Search code examples
google-cloud-platformautoscalinggoogle-cloud-composer

Scaling GCP Cloud Composer environment size


I am using Cloud Composer 2.

I understand the purpose of scaling the number of workers, their compute and their memory. I also understand why I would want additional schedulers (mostly resiliency, I'd say). But I don't understand why I would need to bump up the web server CPU/Memory/Storage or the scheduler CPU/Memory/Storage. The documentation explains, but doesn't give any real world examples when it would matter.

The scheduler simply needs enough power to be able to launch jobs, which is trivial, and the web server is only facing ourselves internal to our company, so if it is slow or laggy, that's OK.

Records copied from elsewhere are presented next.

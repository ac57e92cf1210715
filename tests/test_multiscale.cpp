// The multiscale start (solver/fit/multiscale.h) and the live engine's use of it: a sample fitted,
// every other item placed by its sampled neighbours, a better first map than the PCA start after
// the same number of full steps. Data: four Gaussian clusters in 10-D (invented, fixed seed).
// Trustworthiness is kith's own (solver/measures/health.h), which tests/test_health.cpp checks
// against scikit-learn's sklearn.manifold.trustworthiness.
#include <doctest/doctest.h>

#include <cstdio>
#include <random>

#include "solver/features/affinities.h"
#include "solver/features/feature_prep.h"
#include "solver/fit/multiscale.h"
#include "solver/live/engine.h"
#include "solver/measures/health.h"

namespace kith {
namespace {

constexpr int kClusters = 4;

Collection four_clusters(int per_cluster, uint64_t seed = 3) {
  std::mt19937_64 rng(seed);
  std::normal_distribution<double> gauss;
  Collection c;
  c.features.resize(per_cluster * kClusters, 10);
  for (int k = 0; k < kClusters; ++k)
    for (int i = 0; i < per_cluster; ++i) {
      const int row = i * kClusters + k;  // clusters interleaved, as tables often are
      for (int f = 0; f < 10; ++f) c.features(row, f) = gauss(rng) + (f == k ? 7.0 : 0.0);
      c.ids.push_back("m" + std::to_string(row));
    }
  return c;
}

// Fraction of items nearer their own cluster's mean map position than any other cluster's.
double cluster_purity(const Points& y) {
  Points means = Points::Zero(kClusters, y.cols());
  for (Eigen::Index i = 0; i < y.rows(); ++i) means.row(i % kClusters) += y.row(i);
  means /= double(y.rows() / kClusters);
  int right = 0;
  for (Eigen::Index i = 0; i < y.rows(); ++i) {
    Eigen::Index best = 0;
    (means.rowwise() - y.row(i)).rowwise().squaredNorm().minCoeff(&best);
    right += best == i % kClusters;
  }
  return double(right) / double(y.rows());
}

double trust(const Points& x, const Points& y) {
  HealthOptions h;
  h.sample_above = 2000;
  return measure_health(x, y, h).trustworthiness;
}

}  // namespace

TEST_CASE("multiscale: the sample's map places every other item by its neighbours") {
  constexpr double kMinPurity = 0.99;     // measured 1.000
  // Before any refinement the placed items carry their sampled neighbours' structure only, about
  // as trustworthy at k = 5 as the PCA start (measured 0.923 against 0.932); refining is the next
  // case's job.
  constexpr double kMinStartTrust = 0.90;
  const Collection c = four_clusters(1500);  // 6,000 items
  const Points x = prepare_features(c.features, {});
  const SparseAffinities p = joint_affinities_for(x, 30.0);
  MultiscaleOptions o;
  o.sample = 600;
  o.sample_iterations = 300;
  o.threads = 2;
  const Points y = multiscale_start(x, p, o);
  REQUIRE(y.rows() == x.rows());
  REQUIRE(y.allFinite());
  const double purity = cluster_purity(y);
  const double t_start = trust(x, y), t_pca = trust(x, pca_start(x, 3));
  MESSAGE("purity " << purity << ", trustworthiness " << t_start << " (PCA start " << t_pca << ")");
  CHECK(purity >= kMinPurity);
  CHECK(t_start >= kMinStartTrust);
  // The same bits for another thread count and a second call.
  o.threads = 1;
  CHECK(multiscale_start(x, p, o) == y);
  // A sample too small for the perplexity is refused with the numbers.
  o.sample = 20;
  CHECK_THROWS_WITH_AS(multiscale_start(x, p, o), doctest::Contains("20 items is too small for perplexity 30"),
                       std::invalid_argument);
}

TEST_CASE("multiscale: the live engine starts large maps this way and is ahead after the same steps") {
  constexpr int kSteps = 60;
  constexpr double kTrustLead = 0.05;  // measured 0.976 against 0.877
  const Collection c = four_clusters(1500);
  EngineOptions o;
  o.threads = 2;
  o.multiscale_above = 5000;
  Engine multi(c, o);
  multi.replay({}, kSteps);
  o.multiscale_above = 0;
  Engine pca(c, o);
  pca.replay({}, kSteps);
  const Points x = prepare_features(c.features, {});
  const auto a = multi.latest(), b = pca.latest();
  REQUIRE(a->iteration == kSteps);
  const double ta = trust(x, a->positions), tb = trust(x, b->positions);
  MESSAGE("after " << kSteps << " steps: trustworthiness " << ta << " multiscale, " << tb << " PCA start; KL "
                   << a->health.kl << " vs " << b->health.kl);
  CHECK(ta > tb + kTrustLead);
  CHECK(a->health.kl > 0);          // past early exaggeration: the KL is shown at once
  CHECK(b->health.kl == -1.0);      // still exaggerating
  CHECK(cluster_purity(a->positions) >= 0.99);
}

}  // namespace kith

Also, what about the ENVIRONMENT_SIZE? I see this is for the airflow DB, but again, why would this DB ever need to be of any significant size? It holds so little in it.


Does anyone have a use case for when they needed a more powerful scheduler or web server, or a DB environment anything other than SMALL? I'm curious what I should be on the lookout for and what the argument would be to bump this up.


Solution

  • As mentioned in the documentation1 and documentation2 , each environment size has different resources and uses. The Environment size controls the performance parameters of the managed Cloud Composer infrastructure that includes the Airflow database. You can consider selecting a larger environment size if you want to run a large number of DAGs and tasks.

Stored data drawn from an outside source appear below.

TEST_CASE("sessions: a second process is refused read-write and may open read-only") {
  const std::string dir = kith::test::temp_dir("sessions-lock");
  const std::string path = dir + "/shared.kith";
  {
    auto store = SessionStore::create(path, kith::test::swatch_collection(20, 3, 2));
    kith::Judgment j;
    j.anchor = 0, j.nearer = 1, j.farther = 2, j.person = "Ines";
    store->add_judgment(j);
  }
  int ready[2], done[2];
  REQUIRE(::pipe(ready) == 0);
  REQUIRE(::pipe(done) == 0);
  const pid_t pid = ::fork();
  REQUIRE(pid >= 0);
  if (pid == 0) {
    int code = 0;
    try {
      auto store = SessionStore::open(path);
      kith::Judgment j;
      j.anchor = 3, j.nearer = 4, j.farther = 5;
      store->add_judgment(j);
      char c = 'R';
      if (::write(ready[1], &c, 1) != 1) code = 4;
      if (::read(done[0], &c, 1) != 1) code = 5;
    } catch (...) {
      code = 3;
    }
    ::_exit(code);
  }
  char c = 0;
  REQUIRE(::read(ready[0], &c, 1) == 1);
  try {
    SessionStore::open(path);
    FAIL("a second process opened the session read-write");
  } catch (const SessionError& e) {
    const std::string m = e.what();
    CAPTURE(m);
    CHECK(e.kind() == SessionError::Kind::kInUse);
    CHECK(m.find("another kith process (process " + std::to_string(pid) + ")") != std::string::npos);
    CHECK(m.find("read-only") != std::string::npos);
  }
  CHECK(SessionStore::inspect(path).in_use);
  // Read-only works meanwhile and sees the other process's committed judgment.
  CHECK(SessionStore::open(path, {true})->judgment_count() == 2);
  // create --force will not replace it under the other process's feet either.
  kith::SessionCreateOptions force;
  force.overwrite = true;
  CHECK_THROWS_AS(SessionStore::create(path, kith::test::swatch_collection(5, 1, 1), {}, force), SessionError);
  c = 'D';
  REQUIRE(::write(done[1], &c, 1) == 1);
  int status = 0;
  ::waitpid(pid, &status, 0);
  CHECK(WIFEXITED(status));
  CHECK(WEXITSTATUS(status) == 0);
  for (int fd : {ready[0], ready[1], done[0], done[1]}) ::close(fd);
  // The other process closed it: now it opens read-write here.
  CHECK(SessionStore::open(path)->judgment_count() == 2);
  CHECK_FALSE(SessionStore::inspect(path).in_use);
}
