// The contract between the window and the map: commands in, snapshots out, and no copies kept in
// the window. MapFeed::prepare checks a setting before anything is recorded and assigns judgment
// ids; StillFeed publishes the judgment set, the parameters and the refusals like the engine; the
// setting controls (MapSettings) stay inside what MapParameters accepts and turn refusals into the
// window's notice. Then the real window under Xvfb: the state dump lists every command, a slider
// drag is posted once (when let go), and a 60-item session with every slider moved to its ends
// still opens, while the refused settings wrote nothing.
#include <doctest/doctest.h>

#include <fstream>
#include <nlohmann/json.hpp>
#include <set>
#include <string>

#include "solver/base/map_parameters.h"
#include "solver/session/session_store.h"
#include "tests/approx.h"
#include "tests/sessions_support.h"
#include "tests/window_support.h"
#include "viewer/cli/synthetic_collection.h"
#include "viewer/scene/map_feed.h"
#include "viewer/scene/map_settings.h"
#include "viewer/session/session_link.h"

using namespace kith;

namespace {

Judgment triplet(int32_t a, int32_t n, int32_t f, int64_t id = -1) {
  Judgment j;
  j.id = id, j.anchor = a, j.nearer = n, j.farther = f;
  return j;
}

// The window's path for a command, as App::post_checked does it: prepare, then post.
std::string window_post(MapFeed& feed, CommandBody& body, uint64_t* seq = nullptr) {
  if (std::string refused = feed.prepare(body); !refused.empty()) return refused;
  const uint64_t s = feed.post(body);
  if (seq) *seq = s;
  return "";
}

nlohmann::json load_json(const std::string& path) {
  std::ifstream in(path);
  REQUIRE_MESSAGE(in.good(), "no " << path);
  return nlohmann::json::parse(in);
}

int count_kind(const nlohmann::json& state, const std::string& kind) {
  int n = 0;
  for (const auto& c : state["log"]) n += c["kind"] == kind;
  return n;
}

}  // namespace

TEST_CASE("viewer contract: prepare refuses an impossible setting before posting and numbers new judgments") {
  const Collection c = synthetic_collection(10, 3);
  StillFeed feed(c.ids, rough_positions(c), {triplet(0, 1, 2, 4)});
  // Settings: MapParameters' own messages, and nothing reaches the map.
  for (CommandBody bad : {CommandBody(cmd::SetPerplexity{10.0}), CommandBody(cmd::SetTheta{2.0}),
                          CommandBody(cmd::SetBlend{-1.0}), CommandBody(cmd::SetExaggeration{0.0})}) {
    CHECK(feed.prepare(bad) == setting_problem(bad, 10));
    CHECK_FALSE(feed.prepare(bad).empty());
  }
  CommandBody fine = cmd::SetPerplexity{9.0};  // below the 10 items
  CHECK(feed.prepare(fine).empty());
  CHECK(feed.command_log().empty());
  // Judgments: one counter, above every id the map holds, distinct even before the map has them.
  CommandBody a = cmd::AddJudgment{triplet(1, 2, 3)}, b = cmd::AddJudgment{triplet(2, 3, 4)};
  REQUIRE(feed.prepare(a).empty());
  REQUIRE(feed.prepare(b).empty());
  CHECK(std::get<cmd::AddJudgment>(a).judgment.id == 5);
  CHECK(std::get<cmd::AddJudgment>(b).judgment.id == 6);
  feed.post(a);
  feed.post(b);
  const auto s = feed.latest();
  REQUIRE(s->judgments->size() == 3);
  CHECK(s->judgments->all()[1].id == 5);
  CHECK(s->judgments->all()[2].id == 6);
  CommandBody given = cmd::AddJudgment{triplet(3, 4, 5, 40)};  // an id already given is kept
  REQUIRE(feed.prepare(given).empty());
  CHECK(std::get<cmd::AddJudgment>(given).judgment.id == 40);
}

TEST_CASE("viewer contract: a still map publishes the judgment set, the parameters and its refusals") {
  const Collection c = synthetic_collection(12, 3);
  MapParameters p;
  p.blend = 2.0;
  StillFeed feed(c.ids, rough_positions(c), {triplet(0, 1, 2, 1)}, p);
  auto s = feed.latest();
  CHECK(s->parameters.blend == 2.0);
  const auto first = s->judgments;
  feed.post(cmd::Pin{3, {}});  // judgments unchanged: the same set in the next snapshot
  CHECK(feed.latest()->judgments.get() == first.get());
  feed.post(cmd::AddJudgment{triplet(4, 5, 6)});  // straight to the map, no id: the next free one
  feed.post(cmd::RetractJudgment{1, true});
  feed.post(cmd::SetTheta{0.25});
  feed.post(cmd::SetPerplexity{11.0});
  s = feed.latest();
  REQUIRE(s->judgments->size() == 2);
  CHECK(s->judgments->all()[1].id == 2);
  CHECK(s->judgments->find(1)->retracted);
  CHECK(s->judgments->version() > first->version());
  CHECK(s->parameters.theta == 0.25);
  CHECK(s->parameters.perplexity == 11.0);
  CHECK(s->refusals.empty());
  const uint64_t bad = feed.post(cmd::SetPerplexity{12.0});
  const uint64_t unknown = feed.post(cmd::RetractJudgment{77, true});
  s = feed.latest();
  REQUIRE(s->refusals.size() == 2);
  CHECK(s->refusals[0].seq == bad);
  CHECK(s->refusals[0].command == "set-perplexity");
  CHECK(s->refusals[0].reason == MapParameters::check_perplexity(12.0, 12));
  CHECK(s->refusals[1].seq == unknown);
  CHECK(s->refusals[1].command == "retract-judgment");
  CHECK(s->parameters.perplexity == 11.0);
  CHECK(s->last_command == unknown);
}

TEST_CASE("viewer contract: the setting controls stay inside what MapParameters accepts") {
  for (size_t n : {size_t(3), size_t(12), size_t(60), size_t(5000)}) {
    MapSettings settings(true, nullptr);
    for (const SettingControl& c : settings.controls(n)) {
      INFO(c.name << " with " << n << " items");
      if (!c.enabled) continue;
      for (double v : {c.lo, c.hi}) CHECK(setting_problem(MapSettings::command(c.setting, v), n).empty());
      CHECK(c.lo < c.hi);
    }
  }
  MapSettings settings(true, nullptr);
  const auto sixty = settings.controls(60);
  CHECK(sixty[size_t(Setting::kPerplexity)].hi == 59.0);  // below the item count
  CHECK(settings.controls(5000)[size_t(Setting::kPerplexity)].hi == 100.0);
  CHECK_FALSE(settings.controls(2)[size_t(Setting::kPerplexity)].enabled);
  MapSettings no_features(false, nullptr);
  const auto c = no_features.controls(60)[size_t(Setting::kPerplexity)];
  CHECK_FALSE(c.enabled);
  CHECK(c.why_disabled.find("no features") != std::string::npos);
  for (const char* name : {"blend", "perplexity", "theta"}) {
    Setting s;
    REQUIRE(MapSettings::from_name(name, &s));
    CHECK(std::string(MapSettings::name(s)) == name);
  }
  Setting s;
  CHECK_FALSE(MapSettings::from_name("speed", &s));
}

TEST_CASE("viewer contract: a released control shows the value asked for until the map has it, and refusals are noticed") {
  const Collection c = synthetic_collection(60, 3);
  StillFeed still(c.ids, rough_positions(c));
  std::vector<CommandBody> posted;
  MapSettings settings(true, [&](CommandBody& body, uint64_t* seq) {
    const std::string refused = window_post(still, body, seq);
    if (refused.empty()) posted.push_back(body);
    return refused;
  });
  auto shown = [&](Setting s) { return settings.shown(s, still.latest().get()); };
  CHECK(shown(Setting::kBlend) == 1.0);  // the parameters in force
  CHECK(settings.release(Setting::kBlend, 4.0, 0.0).empty());
  CHECK(settings.pending(Setting::kBlend));
  CHECK(shown(Setting::kBlend) == 4.0);
  settings.update(*still.latest(), 0.1);  // the map has taken it
  CHECK_FALSE(settings.pending(Setting::kBlend));
  CHECK(shown(Setting::kBlend) == 4.0);  // now from the snapshot
  CHECK(still.latest()->parameters.blend == 4.0);
  CHECK(settings.notice().empty());

  // Refused by the window's check: not posted, and the notice says which command and why.
  CHECK_FALSE(settings.release(Setting::kPerplexity, 75.0, 1.0).empty());
  CHECK(posted.size() == 1);
  CHECK(settings.notice() == "set-perplexity refused: " + MapParameters::check_perplexity(75.0, 60));
  CHECK(settings.notice_showing(1.0 + MapSettings::kNoticeSeconds - 0.5));
  CHECK_FALSE(settings.notice_showing(1.0 + MapSettings::kNoticeSeconds + 0.5));
  CHECK(shown(Setting::kPerplexity) == still.latest()->parameters.perplexity);
  settings.dismiss();
  CHECK(settings.notice().empty());

  // Refused by the map (here posted past the window's check): read from the snapshot's refusals.
  still.post(cmd::SetTheta{9.99});
  settings.update(*still.latest(), 2.0);
  CHECK(settings.notice() == "set-theta refused: " + MapParameters::check_theta(9.99));
  CHECK(settings.notice_showing(2.5));
  settings.dismiss();
  settings.update(*still.latest(), 3.0);  // an old refusal is not noticed again
  CHECK(settings.notice().empty());
}

TEST_CASE("viewer contract: through a session, a refused setting writes nothing and judgments get their stored ids") {
  const std::string dir = kith::test::temp_dir("contract-session");
  const std::string path = dir + "/s.kith";
  const Collection c = synthetic_collection(60, 4);
  SessionStore::create(path, c);
  const MapParameters before = SessionStore::open(path)->settings();
  int64_t given = -1;
  {
    SessionLink link(path);
    StillFeed still(link.collection().ids, rough_positions(link.collection()), link.judgments(), link.settings());
    auto feed = link.recording(still);
    for (CommandBody bad : {CommandBody(cmd::SetPerplexity{60.0}), CommandBody(cmd::SetTheta{9.99}),
                            CommandBody(cmd::SetBlend{5000.0})}) {
      CHECK_FALSE(window_post(*feed, bad).empty());
    }
    CHECK(link.writes() == 0);
    CHECK(still.command_log().empty());
    CommandBody ok = cmd::SetPerplexity{59.0};
    REQUIRE(window_post(*feed, ok).empty());
    CHECK(link.writes() == 1);
    CommandBody j = cmd::AddJudgment{triplet(1, 2, 3)};
    REQUIRE(window_post(*feed, j).empty());
    given = std::get<cmd::AddJudgment>(j).judgment.id;
    CHECK(still.latest()->judgments->size() == 1);
    CHECK(still.latest()->judgments->all()[0].id == given);
  }
  const auto store = SessionStore::open(path);
  REQUIRE(store->judgments().size() == 1);
  CHECK(store->judgments()[0].id == given);  // the map knows it by the id the session stored it under
  MapParameters want = before;
  want.perplexity = 59.0;
  CHECK(store->settings() == want);
}

// ---- the real window ------------------------------------------------------------------------

namespace {
using kith::test::kXvfb;
using kith::test::open_with_script;
int run(const std::string& command) { return kith::test::run_command(command); }
}  // namespace

TEST_CASE("viewer contract window: the state dump lists every command, a slider drag is posted once, when let go") {
  KITH_SKIP_WITHOUT_XVFB();
  const std::string dir = kith::test::temp_dir("contract-slider");
  const std::string args = "--generate 200 --frames 200";
  // First where the blend slider is drawn (the panels open in the same place every time).
  REQUIRE_MESSAGE(open_with_script(args, dir, "where", "20 dump " + dir + "/where.json\n21 quit\n") == 0,
                  "see " << dir << "/where.log");
  const auto where = load_json(dir + "/where.json");
  std::set<std::string> names;
  for (const auto& n : where["commands"]) names.insert(n.get<std::string>());
  CHECK(names.size() == kCommandNames.size());
  for (const char* name : kCommandNames) CHECK_MESSAGE(names.count(name) == 1, name);
  REQUIRE(where["controls"].size() == kSettingCount);
  const auto& blend = where["controls"][0];
  REQUIRE(blend["name"] == "blend");
  CHECK(where["parameters"]["blend"].get<double>() == 1.0);
  const float x0 = blend["rect"][0], y0 = blend["rect"][1], y1 = blend["rect"][3];
  REQUIRE(y1 > y0);
  // Then a drag along it over ten frames, and let go.
  const int y = int((y0 + y1) / 2);
  std::string script = "30 move " + std::to_string(int(x0) + 20) + " " + std::to_string(y) + "\n31 press left\n";
  for (int k = 0; k < 10; ++k) script += std::to_string(32 + k) + " move +9 +0\n";
  script += "44 release left\n46 wait-settle 3\n60 dump " + dir + "/state.json\n61 quit\n";
  REQUIRE_MESSAGE(open_with_script(args, dir, "drag", script) == 0, "see " << dir << "/drag.log");
  const auto state = load_json(dir + "/state.json");
  CHECK(count_kind(state, "set-blend") == 1);  // ten frames of dragging, one command
  const double now = state["parameters"]["blend"];
  CHECK(now != 1.0);
  CHECK(state["controls"][0]["value"].get<double>() == now);  // the slider shows what is in force
  CHECK(state["refusals"].empty());
}

TEST_CASE("viewer contract window: a 60-item session with every slider at its ends still opens, and refusals write nothing") {
  KITH_SKIP_WITHOUT_XVFB();
  const std::string dir = kith::test::temp_dir("contract-extremes");
  const std::string path = dir + "/s.kith";
  SessionStore::create(path, synthetic_collection(60, 4));
  const std::string script =
        "20 set blend min\n22 set blend max\n24 set theta min\n26 set theta max\n"
        "28 set perplexity min\n30 wait-settle 3\n40 set perplexity max\n42 wait-settle 3\n"
        "50 set perplexity 60\n52 set theta 9.99\n54 set blend -1\n"
        "60 dump " + dir + "/state.json\n61 quit\n";
  REQUIRE_MESSAGE(open_with_script(path + " --frames 300", dir, "extremes", script) == 0,
                  "kith open failed: see " << dir << "/extremes.log");
  const auto state = load_json(dir + "/state.json");
  double hi[3] = {0, 0, 0};
  for (size_t k = 0; k < kSettingCount; ++k) hi[k] = state["controls"][k]["hi"];
  CHECK(hi[size_t(Setting::kPerplexity)] == 59.0);
  // Each slider posted twice (its two ends); the three refused values were never posted.
  CHECK(count_kind(state, "set-blend") == 2);
  CHECK(count_kind(state, "set-theta") == 2);
  CHECK(count_kind(state, "set-perplexity") == 2);
  CHECK(state["refusals"].empty());  // the engine refused nothing: the window did first
  CHECK(state["notice"] == "set-blend refused: " + MapParameters::check_blend(-1.0));
  CHECK(state["parameters"]["perplexity"].get<double>() == 59.0);
  {
    SessionOpenOptions read_only;
    read_only.read_only = true;
    const auto store = SessionStore::open(path, read_only);
    const MapParameters p = store->settings();
    CHECK(p.blend == hi[size_t(Setting::kBlend)]);
    CHECK(p.theta == hi[size_t(Setting::kTheta)]);
    CHECK(p.perplexity == 59.0);  // not the refused 60
  }
  // And the session opens again, with those settings.
  const std::string again = std::string(kXvfb) + KITH_BINARY + " open " + path + " --frames 30 > " + dir +
                            "/log-again.txt 2>&1";
  CHECK_MESSAGE(run(again) == 0, "the session no longer opens: see " << dir << "/log-again.txt");
}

    If you define a small environment-size it should create an environment with resources 0.5 vCPUs, 2 GB memory, 1 GB storage, for a medium environment-size the resources will be 2 vCPUs, 7.5 GB memory, 5 GB storage and for a large environment-size the resources will be 4 vCPUs, 15 GB memory, 10 GB storage

    Following are the different features of the Workers with different environment sizes.

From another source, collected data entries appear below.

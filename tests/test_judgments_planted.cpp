// Planted maps: judgments alone recover a known 3-D arrangement; judgments blended with features
// that misplace a few items move those items where people put them, at a bounded cost to the
// features' neighbourhoods. Uses the noisy oracle of tests/judgments_planted.h.
#include <doctest/doctest.h>

#include <cstdio>
#include <set>

#include "solver/features/affinities.h"
#include "solver/measures/judgment_health.h"
#include "solver/objective/neighbour_term.h"
#include "solver/features/neighbours.h"
#include "tests/judgments_planted.h"

using kith::Judgment;
using kith::Points;

namespace {
constexpr double kOracleNoise = 0.02;  // logistic noise scale on distance differences (unit cube)
// t-STE degrees of freedom for a 3-D planted map: the t-STE paper suggests alpha = d - 1
// (from memory); alpha = 1, the t-SNE default, also works but needs more judgments.
constexpr double kAlpha = 2.0;
constexpr double kPull = 0.6;              // misplaced items' features: 60% of the way into the wrong group
constexpr double kBlendForTest = 4.0;      // judgments pull four times as hard as features (see README)
constexpr double kMisplacedMargin = 0.02;  // least rise of held-out agreement about the misplaced items
constexpr double kTrustDropBound = 0.005;  // most trustworthiness (k = 10) may drop against the features
}  // namespace

TEST_CASE("planted map: judgments alone recover 300 items at known 3-D positions") {
  const int n = 300;
  const size_t m = 12000;  // random questions answered by the oracle (40 per item)
  const Points truth = kith::test::planted_positions(n, 11);
  kith::test::Oracle oracle(truth, kOracleNoise, 12);
  std::mt19937_64 pick(13);
  const auto training = oracle.random_answers(n, m, pick);
  const auto held_out = oracle.random_answers(n, 5000, pick);  // never trained on

  const Points y = kith::test::fit_judgments_only(n, training, 14, 600, kAlpha);
  const double ceiling = kith::judgment_agreement(truth, held_out);  // the oracle against itself
  const double agreement = kith::judgment_agreement(y, held_out);
  // Spearman computed here from its definition (Pearson correlation of ranks).
  const double rho = kith::test::spearman(kith::test::pairwise_distances(y), kith::test::pairwise_distances(truth));
  MESSAGE("judgments-only, " << m << " judgments: held-out agreement " << agreement << " (the planted map scores "
                             << ceiling << "), Spearman of distances " << rho);
  CHECK(agreement >= 0.90);
  CHECK(rho >= 0.9);

  // k-fold held-out agreement over the training judgments themselves (3 folds to keep it short).
  kith::HeldOutOptions ho;
  ho.folds = 3;
  const auto kfold = kith::heldout_agreement(
      training, [&](const std::vector<Judgment>& train) { return kith::test::fit_judgments_only(n, train, 15, 500, kAlpha); }, ho);
  MESSAGE("3-fold held-out agreement " << kfold.agreement << " (training on " << (2 * m / 3) << " each)");
  CHECK(kfold.agreement >= 0.88);
}

TEST_CASE("planted map: a few judgments fix items the features misplace") {
  // 600 items in 6 groups. Features: the planted position plus small noise in 7 more
  // dimensions, except for 8 items of group 0 whose features put them 60% of the way towards
  // members of group 1.
  // Judgments touch 12 items (2%): each misplaced item is nearer two items of group 0 than two
  // items of group 1, as the oracle says.
  const int n = 600, groups = 6;
  std::vector<int> group;
  const Points truth = kith::test::planted_positions(n, 21, groups, 0.05, &group);
  std::mt19937_64 rng(22);
  std::normal_distribution<double> noise(0.0, 0.01);
  Points features(n, 10);
  for (int i = 0; i < n; ++i)
    for (int c = 0; c < 10; ++c) features(i, c) = (c < 3 ? truth(i, c) : 0.0) + noise(rng);
  std::vector<int32_t> in0, in1;
  for (int i = 0; i < n; ++i) {
    if (group[size_t(i)] == 0) in0.push_back(i);
    if (group[size_t(i)] == 1) in1.push_back(i);
  }
  const std::vector<int32_t> misplaced(in0.begin(), in0.begin() + 8);
  const std::vector<int32_t> refs0 = {in0[20], in0[21]}, refs1 = {in1[20], in1[21]};
  for (size_t t = 0; t < misplaced.size(); ++t)
    for (int c = 0; c < 3; ++c)
      features(misplaced[t], c) = kPull * truth(in1[30 + t], c) + (1 - kPull) * truth(misplaced[t], c) + noise(rng);

  kith::test::Oracle oracle(truth, kOracleNoise, 23);
  std::vector<Judgment> judgments;
  for (int32_t a : misplaced)
    for (int32_t b : refs0)
      for (int32_t c : refs1) judgments.push_back(oracle.answer(a, b, c));
  std::set<int32_t> touched;
  for (const auto& j : judgments) touched.insert({j.anchor, j.nearer, j.farther});
  REQUIRE(touched.size() <= size_t(n / 50));

  // Held out: fresh oracle answers about the misplaced items (anchor misplaced, the other two
  // drawn from groups 0 and 1 but not the reference items the judgments name), and about
  // everything (random anchors and others).
  std::mt19937_64 pick(24);
  std::vector<int32_t> others;
  for (int32_t i : in0)
    if (!touched.count(i)) others.push_back(i);
  for (int32_t i : in1)
    if (!touched.count(i)) others.push_back(i);
  std::vector<Judgment> about_misplaced;
  std::uniform_int_distribution<size_t> other(0, others.size() - 1), anchor(0, misplaced.size() - 1);
  while (about_misplaced.size() < 2000) {
    const int32_t b = others[other(pick)], c = others[other(pick)];
    if (b != c) about_misplaced.push_back(oracle.answer(misplaced[anchor(pick)], b, c));
  }
  const auto about_all = oracle.random_answers(n, 4000, pick);

  auto p = std::make_shared<kith::SparseAffinities>(
      kith::joint_affinities(kith::find_neighbours(features, 90), kith::AffinityOptions{}));
  auto fit = [&](double blend) {
    kith::BlendedObjective objective(n, 3);
    objective.set_neighbour_term(std::make_shared<kith::NeighbourTerm>(p, kith::NeighbourTermOptions{}));
    objective.set_alpha(1.0);
    objective.set_blend(blend);
    if (blend > 0) objective.set_judgments(judgments);
    Points y = kith::random_start(n, 3, 25);
    kith::BlendedFitOptions o;
    o.iterations = 750;
    kith::fit_blended(objective, y, o);
    return y;
  };
  const Points plain = fit(0.0), blended = fit(kBlendForTest);
  const double before = kith::judgment_agreement(plain, about_misplaced);
  const double after = kith::judgment_agreement(blended, about_misplaced);
  const double before_all = kith::judgment_agreement(plain, about_all);
  const double after_all = kith::judgment_agreement(blended, about_all);
  const double trust_plain = kith::test::trustworthiness(features, plain, 10);
  const double trust_blended = kith::test::trustworthiness(features, blended, 10);
  int moved = 0;  // misplaced items whose 10 nearest map neighbours are mostly of group 0
  for (int32_t a : misplaced) {
    std::vector<std::pair<double, int32_t>> d;
    for (int i = 0; i < n; ++i)
      if (i != a) d.push_back({(blended.row(a) - blended.row(i)).squaredNorm(), i});
    std::partial_sort(d.begin(), d.begin() + 10, d.end());
    int home = 0;
    for (int t = 0; t < 10; ++t) home += group[size_t(d[size_t(t)].second)] == 0;
    moved += home > 5;
  }
  MESSAGE(moved << " of " << misplaced.size() << " misplaced items now among their own group");
  MESSAGE("held-out agreement about the misplaced items: " << before << " -> " << after << "; about everything: "
                                                           << before_all << " -> " << after_all
                                                           << "; trustworthiness vs features (k=10): " << trust_plain
                                                           << " -> " << trust_blended);
  CHECK(after >= before + kMisplacedMargin);
  CHECK(trust_blended >= trust_plain - kTrustDropBound);
}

    Small : Autoscaling between 1 and 3 workers, with 0.5 vCPU, 2 GB memory, 1 GB storage each

    Medium : Autoscaling between 2 and 6 workers, with 2 vCPU, 7.5 GB memory, 5 GB storage each

    Large : Autoscaling between 3 and 12 workers, with 4 vCPU, 15 GB memory, 10 GB storage each

    There is also a custom setting, where you can set all the options as per your requirements. This documentation explains how the autoscaling works and it’s mentioned that we can set the minimum and maximum no.of workers as per the requirement so that the workers will autoscale within the limits. Note that, we cannot set the min no.of workers as zero (0), it should be either 1 or more than 1.

    If you want a feature where you can scale down the worker to zero(0) when they are idle then you can raise a Feature Request in the PIT.